Peninsula Humane Society & SPCA
- Abbreviation: PHS/SPCA
- Formation: 1950; 76 years ago
- Tax ID no.: 94-1243665
- Headquarters: 1450 Rollins Road Burlingame, CA
- Coordinates: 37°35′33″N 122°22′07″W﻿ / ﻿37.5926°N 122.3686°W
- Services: animal shelter, adoption, spay/neuter, and training
- Website: phs-spca.org

= Peninsula Humane Society =

Animal organization

The Peninsula Humane Society & SPCA (PHS/SPCA) is one of the largest humane organizations in the United States. Located in San Mateo County, California, it is a private non-profit charitable organization. It is an animal rescue (including wildlife rescue), rehabilitation and adoption operation with two locations. The Tom and Annette Lantos Center for Compassion, where adoptable animals are housed, is in the city of Burlingame and the older physical plant, which serves as the intake shelter, is located at Coyote Point in the city of San Mateo. PHS/SPCA has been responsible for considerable progress in the California Legislature with new humane laws in the state, especially since the late 1970s. PHS/SPCA has been characterized as a progressive and innovative humane organization.

==Services==
Principal services offered are animal rescue, veterinary care of sick and injured animals, adoption services and humane education. A full-time staff of approximately 120 people are applied to these endeavors. Regarding animal rescue, PHS/SPCA operates a fleet of rescue trucks and vans and has associated personnel trained in wildlife rescue as well as pickup of stray domestic animals. In house veterinary care is available for intake animals who are injured or infirm. In 2005, approximately 15,000 animals were taken in, among whom all the medically suitable animals were thence adopted into qualified homes. Humane education has always been a strong part of the PHS/SPCA mission; a staff of trained docents are systematically sent out to virtually all of the schools in San Mateo County as well as other venues, a strong docent staff being a critical resource to PHS/SPCA. To supplement the full-time staff PHS/SPCA has approximately over 1,000 volunteers.

PHS/SPCA conducts animal control functions under contract with San Mateo County. Where needed, these activities are coordinated with local law enforcement personnel to insure basic animal care is not being withheld, and that pet owners are able and responsible to care for their animals.

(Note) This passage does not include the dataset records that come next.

package station

import (
	"fmt"
	"math"
	"time"

	"slantwise/orbit"
	"slantwise/orbit/unit"
)

// ElevationKind says which elevation a value is: geometric, the straight line's, or
// apparent, the refracted ray's as an eye at the station sees it.
type ElevationKind int

// Kinds of elevation.
const (
	Geometric ElevationKind = iota
	Apparent
)

// String returns "geometric" or "apparent".
func (k ElevationKind) String() string {
	if k == Apparent {
		return "apparent"
	}
	return "geometric"
}

// Site is a place on the ground with its horizon.
type Site struct {
	Name             string
	Latitude         unit.Angle     // geodetic, WGS-84, [-90°, 90°], north positive
	Longitude        unit.Angle     // [-180°, 180°], east positive
	Altitude         unit.Length    // above the WGS-84 ellipsoid
	GeoidHeight      unit.Length    // of the geoid above the ellipsoid; Altitude - GeoidHeight is above sea level
	TimeZone         *time.Location // nil where none is given
	MinimumElevation unit.Angle     // [-5°, 90°), compared in the kind that decides AOS and LOS
	Mask             *Mask          // nil where the horizon is bare
	MergeGap         time.Duration  // interruptions of at most this length do not split a contact
}

// The ellipsoid of WGS-84 (NIMA TR8350.2, 3rd edition 2000, table 3.1): semi-major
// axis in m and flattening, both defining constants.
const (
	EquatorialRadius = 6378137.0
	Flattening       = 1 / 298.257223563
)

// HeightAboveSea returns the height above mean sea level, Altitude - GeoidHeight.
func (s *Site) HeightAboveSea() unit.Length { return s.Altitude - s.GeoidHeight }

// Frame returns the local frame of the site. At the poles east is the direction
// that the longitude gives it, so that azimuth stays continuous along a meridian.
// The site must be valid (Validate).
//
// Source: geodetic to Cartesian coordinates, NIMA TR8350.2, 3rd edition 2000,
// eq. (4-14).
func (s *Site) Frame() Frame {
	sinLat, cosLat := math.Sincos(s.Latitude.Radians())
	sinLon, cosLon := math.Sincos(s.Longitude.Radians())
	const e2 = Flattening * (2 - Flattening)
	n := EquatorialRadius / math.Sqrt(1-e2*sinLat*sinLat)
	h := s.Altitude.Metres()
	return Frame{
		Origin: orbit.Vec3{
			X: (n + h) * cosLat * cosLon,
			Y: (n + h) * cosLat * sinLon,
			Z: (n*(1-e2) + h) * sinLat,
		},
		East:  orbit.Vec3{X: -sinLon, Y: cosLon},
		North: orbit.Vec3{X: -sinLat * cosLon, Y: -sinLat * sinLon, Z: cosLat},
		Up:    orbit.Vec3{X: cosLat * cosLon, Y: cosLat * sinLon, Z: sinLat},
	}
}

// Validate returns a *unit.RangeError, wrapped with the site's name, for the first
// quantity outside its range; NaN is outside every range.
//
// Altitude must be -500 m to 9 km: the solid ground of the Earth (Dead Sea shore to
// Everest).
func (s *Site) Validate() error {
	for _, q := range []struct {
		name, unit, allowed, next string
		v, lo, hi                 float64
	}{
		{"latitude", "deg", "-90 to 90 deg", "give degrees north of the equator, negative in the south", given(s.Latitude), -90, 90},
		{"longitude", "deg", "-180 to 180 deg", "give degrees east of Greenwich; west is negative", given(s.Longitude), -180, 180},
		{"altitude", "m", "-500 to 9000 m", "give metres above the WGS-84 ellipsoid", s.Altitude.Metres(), -500, 9000},
		{"geoid height", "m", "-120 to 120 m", "give metres of the geoid above the WGS-84 ellipsoid", s.GeoidHeight.Metres(), -120, 120},
		{"minimum elevation", "deg", "at least -5 and less than 90 deg", "give degrees above the horizon", given(s.MinimumElevation), -5, math.Nextafter(90, 0)},
		{"merge gap", "s", "0 or more", "give seconds", s.MergeGap.Seconds(), 0, math.MaxFloat64},
	} {
		if !(q.v >= q.lo && q.v <= q.hi) {
			err := &unit.RangeError{Quantity: q.name, Value: q.v, Unit: q.unit, Allowed: q.allowed, Next: q.next}
			return fmt.Errorf("station %q: %w", s.Name, err)
		}
	}
	return nil
}
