package station

import (
	"fmt"

	"slantwise/orbit/unit"
)

// Cascade is the noise of a station referred to the input of the first amplifier:
// the antenna temperature falls by the losses in front of it, each dissipative loss
// emits at the physical temperature, and each later stage counts less by the gain
// before it. Ts = Ta/L + Tp (1 - 1/L) + Te (Kolawole, Satellite Communication
// Engineering, Marcel Dekker 2002, eqs 3.50 to 3.55); Te = T1 + T2/G1 + ….
type Cascade struct {
	AntennaShare float64 // of the antenna temperature that reaches the amplifier, (0, 1]
	Parts        []NoiseSource
}

// NoiseSource is one contributor, in K at the first amplifier's input.
type NoiseSource struct {
	Name   string
	Kelvin float64
	Source string
}

// SystemKelvin returns the system noise temperature for an antenna temperature: the
// antenna's share first, then the parts in their order.
func (c *Cascade) SystemKelvin(antenna float64) float64 {
	sum := antenna * c.AntennaShare
	for i := range c.Parts {
		sum += c.Parts[i].Kelvin
	}
	return sum
}

// Cascade prepares the noise of an antenna: extra losses stand in front of the feed
// loss; those that are not dissipative neither attenuate noise nor emit.
func (n *Noise) Cascade(feed unit.DB, extra []Loss) *Cascade {
	c := &Cascade{AntennaShare: 1}
	physical := n.Physical().Kelvins()
	for _, l := range extra {
		if l.Dissipative {
			c.emit(l.Name, l.Loss, physical)
		}
	}
	c.emit("feed loss", feed, physical)
	gain := 1.0
	for _, s := range n.Chain {
		t, source := s.kelvin(physical)
		c.Parts = append(c.Parts, NoiseSource{s.Name, t / gain, source})
		gain *= s.Gain.Ratio()
	}
	return c
}

// emit puts a passive loss behind what is there already.
func (c *Cascade) emit(name string, loss unit.DB, physical float64) {
	if loss == 0 {
		return
	}
	share := 1 / loss.Ratio()
	c.AntennaShare *= share
	for i := range c.Parts {
		c.Parts[i].Kelvin *= share
	}
	c.Parts = append(c.Parts, NoiseSource{name, physical * (1 - share),
		fmt.Sprintf("%.2f dB at %g K", float64(loss), physical)})
}

// Physical returns the physical temperature of what is passive, 290 K where the
// input left it out.
func (n *Noise) Physical() unit.Temperature {
	if n == nil || n.PhysicalTemperature == 0 {
		return unit.ReferenceTemperature
	}
	return n.PhysicalTemperature
}

// kelvin returns the stage's noise temperature at its own input.
func (s Stage) kelvin(physical float64) (t float64, source string) {
	switch {
	case s.NoiseTemperature != nil:
		return s.NoiseTemperature.Kelvins(), fmt.Sprintf("noise temperature %g K", s.NoiseTemperature.Kelvins())
	case s.NoiseFigure != nil:
		return NoiseFigureTemperature(*s.NoiseFigure).Kelvins(), fmt.Sprintf("noise figure %g dB against 290 K", float64(*s.NoiseFigure))
	}
	return physical * (1/s.Gain.Ratio() - 1), fmt.Sprintf("passive, %g dB at %g K", -float64(s.Gain), physical)
}

// NoiseFigureTemperature returns 290 K (F - 1).
func NoiseFigureTemperature(f unit.DB) unit.Temperature {
	return unit.Temperature(unit.ReferenceTemperature.Kelvins() * (f.Ratio() - 1))
}
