package propagation

import (
	"math"
)

// wetRefractivity returns the wet term of the radio refractivity in N-units from a
// temperature and a density of water vapour. Source: Rec. ITU-R P.453-14, equations
// (2) and (10), e = rho T/216.7.
//
// From the surface's annual figures it only estimates the median that the
// Recommendation's map holds: within 5 % at sea level, 18 % low at a site 2.5 km high.
func wetRefractivity(tK, rhoGM3 float64) (float64, error) {
	if err := firstError(checkAirTemperature(tK), notNegative("water vapour density", rhoGM3, "g/m3")); err != nil {
		return 0, err
	}
	return wetTerm(vapourPressure(rhoGM3, tK), tK), nil
}

func wetTerm(eHPa, tK float64) float64 { return 72*eHPa/tK + 3.75e5*eHPa/(tK*tK) }

// refractivity returns N of air by P.453-14 equation (2).
func refractivity(dryHPa, eHPa, tK float64) float64 { return 77.6*dryHPa/tK + wetTerm(eHPa, tK) }

// vapourPressure returns the partial pressure of water vapour in hPa, P.453-14
// equation (10).
func vapourPressure(rhoGM3, tK float64) float64 { return rhoGM3 * tK / 216.7 }

// wetOfHumidity returns the wet term in N-units from a temperature of
// -40 °C to 50 °C, a relative humidity over liquid water as a fraction, and the total
// pressure: P.618-14 §2.4.1 steps 1 and 2. Source: Rec. ITU-R P.453-14, equations (8)
// and (9) with the coefficients for water.
func wetOfHumidity(tK, relativeHumidity, totalHPa float64) (float64, error) {
	err := firstError(within("temperature", tK, "K", 233.15, 323.15, "give it in kelvin"),
		within("relative humidity", relativeHumidity, "", 0, 1, "give a fraction"), within("pressure", totalHPa, "hPa", 1, 1200, "give it in hPa"))
	if err != nil {
		return 0, err
	}
	return wetTerm(relativeHumidity*saturationPressure(tK-273.15, totalHPa), tK), nil
}

// saturationPressure returns the saturation vapour pressure over liquid water in hPa
// at a temperature in °C.
func saturationPressure(c, totalHPa float64) float64 {
	enhancement := 1 + 1e-4*(7.2+totalHPa*(0.0320+5.9e-6*c*c))
	return enhancement * 6.1121 * math.Exp((18.678-c/234.5)*c/(c+257.14))
}

func checkAirTemperature(tK float64) error {
	return within("temperature", tK, "K", 100, 400, "give it in kelvin")
}
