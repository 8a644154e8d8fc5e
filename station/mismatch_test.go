package station

import (
	"math"
	"testing"

	"pgregory.net/rapid"
)

func TestMismatch(t *testing.T) {
	right, left := Polarization{Kind: RightHandCircular}, Polarization{Kind: LeftHandCircular}
	tilted := func(deg float64) Polarization { return Polarization{Kind: Linear, Tilt: angle(deg)} }
	unknown := Polarization{Kind: Linear}
	for _, c := range []struct {
		name       string
		a, b       Polarization
		loss, best float64
		tol        float64
	}{
		{"75 deg between linear: Maini & Agrawal, Satellite Communication, example 7.3, printed 11.74", tilted(75), tilted(0), 11.74, 11.74, 0.005},
		{"3 deg between linear: the same, printed 0.012", tilted(48), tilted(45), 0.012, 0.012, 0.0005},
		{"same circle: definition", right, right, 0, 0, 0},
		{"circle to line: textbooks, half of the power", right, tilted(30), 10 * math.Log10(2), 10 * math.Log10(2), 1e-12},
		{"circle to line without tilt", unknown, left, 10 * math.Log10(2), 10 * math.Log10(2), 1e-12},
		{"opposite circles: never infinite, the cap", right, left, 30, 30, 0},
		{"crossed lines: never infinite, the cap", tilted(0), tilted(90), 30, 30, 0},
		{"lines without tilt: mean of cos² is one half", unknown, tilted(10), 10 * math.Log10(2), 0, 1e-12},
	} {
		m := c.a.Mismatch(c.b)
		if math.Abs(float64(m.Loss)-c.loss) > c.tol || math.Abs(float64(m.Best)-c.best) > c.tol {
			t.Errorf("%s: got %.5f dB (best %.5f), want %.5f (best %.5f), tolerance %g", c.name, float64(m.Loss), float64(m.Best), c.loss, c.best, c.tol)
		}
		if m.Capped != (c.loss == 30) {
			t.Errorf("%s: capped %v", c.name, m.Capped)
		}
	}
}

// Two lines at an unknown angle: nine angles in ten lie within 81 deg, where the loss
// is -20 log10 cos 81 deg (derived).
func TestMismatchNinetyPercent(t *testing.T) {
	m := Polarization{Kind: Linear}.Mismatch(Polarization{Kind: Linear})
	want := -20 * math.Log10(math.Cos(81*math.Pi/180))
	if math.Abs(float64(m.NinetyPercent)-want) > 1e-9 {
		t.Errorf("got %.4f dB, want %.4f", float64(m.NinetyPercent), want)
	}
}

// The same in Jones vectors: each ellipse is a complex vector, the efficiency the
// squared magnitude of their product, searched over the angle between the axes.
func TestMismatchAgainstJonesVectors(t *testing.T) {
	rapid.Check(t, func(t *rapid.T) {
		ar1 := rapid.Float64Range(0, 12).Draw(t, "first axial ratio, dB")
		ar2 := rapid.Float64Range(0, 12).Draw(t, "second axial ratio, dB")
		a := Polarization{Kind: RightHandCircular, AxialRatio: db(ar1)}
		b := Polarization{Kind: PolarizationKind(rapid.IntRange(0, 1).Draw(t, "hand")), AxialRatio: db(ar2)}
		hand := 1.0
		if b.Kind == LeftHandCircular {
			hand = -1
		}
		worst, best := 0.0, math.Inf(1)
		for i := 0; i <= 180; i++ {
			loss := -10 * math.Log10(jones(ar1, ar2, hand, float64(i)*math.Pi/180))
			worst, best = max(worst, loss), min(best, loss)
		}
		m := a.Mismatch(b)
		worst, best = min(worst, float64(LargestMismatch)), min(best, float64(LargestMismatch))
		if math.Abs(float64(m.Loss)-worst) > 1e-6 || math.Abs(float64(m.Best)-best) > 1e-6 {
			t.Fatalf("got %.8f (best %.8f), want %.8f (best %.8f)", float64(m.Loss), float64(m.Best), worst, best)
		}
	})
}

func jones(ar1, ar2, hand, d float64) float64 {
	q1, q2 := math.Pow(10, -ar1/20), hand*math.Pow(10, -ar2/20)
	x1, y1 := complex(1, 0), complex(0, q1)
	sin, cos := math.Sincos(d)
	x2 := complex(cos, -q2*sin)
	y2 := complex(sin, q2*cos)
	p := x1*complex(real(x2), -imag(x2)) + y1*complex(real(y2), -imag(y2))
	return (real(p)*real(p) + imag(p)*imag(p)) / ((1 + q1*q1) * (1 + q2*q2))
}

func TestMismatchIsSymmetricAndBounded(t *testing.T) {
	draw := rapid.Custom(func(t *rapid.T) Polarization {
		p := Polarization{Kind: PolarizationKind(rapid.IntRange(0, 2).Draw(t, "kind"))}
		if rapid.Bool().Draw(t, "with axial ratio") {
			p.AxialRatio = db(rapid.Float64Range(0, 60).Draw(t, "axial ratio"))
		}
		if rapid.Bool().Draw(t, "with tilt") {
			p.Tilt = angle(rapid.Float64Range(-180, 180).Draw(t, "tilt"))
		}
		return p
	})
	rapid.Check(t, func(t *rapid.T) {
		a, b := draw.Draw(t, "a"), draw.Draw(t, "b")
		m, n := a.Mismatch(b), b.Mismatch(a)
		if math.Abs(float64(m.Loss-n.Loss)) > 1e-9 {
			t.Fatalf("%v one way, %v the other", m.Loss, n.Loss)
		}
		if !(m.Best >= 0 && m.Best <= m.Loss+1e-9 && m.Loss <= LargestMismatch) {
			t.Fatalf("best %v, loss %v", m.Best, m.Loss)
		}
	})
}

PHS/SPCA also operates a low cost clinics for animal vaccination as well as spay and neuter functions. The Pet Assisted Therapy program uses docents who take pets to senior centers to provide animal contact and cheer to senior citizens, who would not otherwise have such an experience. PHS/SPCA has an on site wildlife animal care center that conducts classes in animal behavior as well as a seasonal kitten nursery.

==Policies==
The Peninsula Humane Society & SPCA has been a force in humane education since the early 1970s. In the mid-1980s PHS/SPCA the Board of Directors embarked on a substantial campaign to create policies on animal welfare, which were promulgated to enhance animal care within the county and also influenced state and national awareness of animal care. Topics of policy addressed included humane treatment of farm animals, policies on trophy hunting, spaying/neutering and other medical procedures on pets. The organization has been active in promoting awareness of the need for pet population control, through spay and neuter programs as well as finding homes for animals.

California Civil Code Section 1834.4 and Penal Code Section 599d, enacted January 1, 1999 as part of the Hayden Act, define adoptable and treatable animals and make it state policy that no adoptable or treatable animal should be euthanized. PHS has an "Open Door" policy which accepts all animals brought in for help, regardless of health, age, behavior or species; PHS guarantees that 100% of the healthy, adoptable cats and dogs received will be placed in homes.

==History and governance==
The Peninsula Humane Society & SPCA, governed by a board of directors, has existed for over 50 years. The Board hires a President who assembles and directs the staff.